# Assignment:
Each line starting at the one that contains "double trial_force(double mass, double" and ending at the one that contains "s->best = sum;" must be returned exactly, and the rest of the listing is left out.

# Listed records:
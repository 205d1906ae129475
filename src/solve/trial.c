#include "solve/trial.h"

#include <math.h>

#include "base/angle.h"

double trial_force(double mass, double radius, double rpm)
{
    double w = rpm * PI / 30;
    return mass * radius * w * w;
}

double trial_mass(double journal_load, double radius, double rpm)
{
    double w = rpm * PI / 30;
    return TRIAL_SHARE * journal_load * TRIAL_GRAVITY / (radius * w * w);
}

struct search {
    const double *masses;
    const int *counts;
    size_t stock;
    double wanted, most, best;
};

static void look(struct search *s, size_t from, int left, double sum)
{
    if (sum > s->most * (1 + 1e-12))
        return;
    if (sum > 0 && (!(s->best > 0) || fabs(sum - s->wanted) < fabs(s->best - s->wanted)))
        s->best = sum;
    if (from == s->stock || left == 0 || sum > s->wanted)
        return;
    int count = s->counts[from] < 0 || s->counts[from] > left ? left : s->counts[from];
    for (int k = 0; k <= count; k++)
        look(s, from + 1, left - k, sum + k * s->masses[from]);
}

double trial_round(double mass, const double *masses, const int *counts, size_t stock, int pieces,
                   double most)
{
    if (stock == 0)
        return fmin(mass, most);
    struct search s = {masses, counts, stock, mass, most, 0};
    look(&s, 0, pieces > 8 ? 8 : pieces, 0);
    return s.best;
}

# Response area:
double trial_force(double mass, double radius, double rpm)
{
    double w = rpm * PI / 30;
    return mass * radius * w * w;
}

double trial_mass(double journal_load, double radius, double rpm)
{
    double w = rpm * PI / 30;
    return TRIAL_SHARE * journal_load * TRIAL_GRAVITY / (radius * w * w);
}

struct search {
    const double *masses;
    const int *counts;
    size_t stock;
    double wanted, most, best;
};

static void look(struct search *s, size_t from, int left, double sum)
{
    if (sum > s->most * (1 + 1e-12))
        return;
    if (sum > 0 && (!(s->best > 0) || fabs(sum - s->wanted) < fabs(s->best - s->wanted)))
        s->best = sum;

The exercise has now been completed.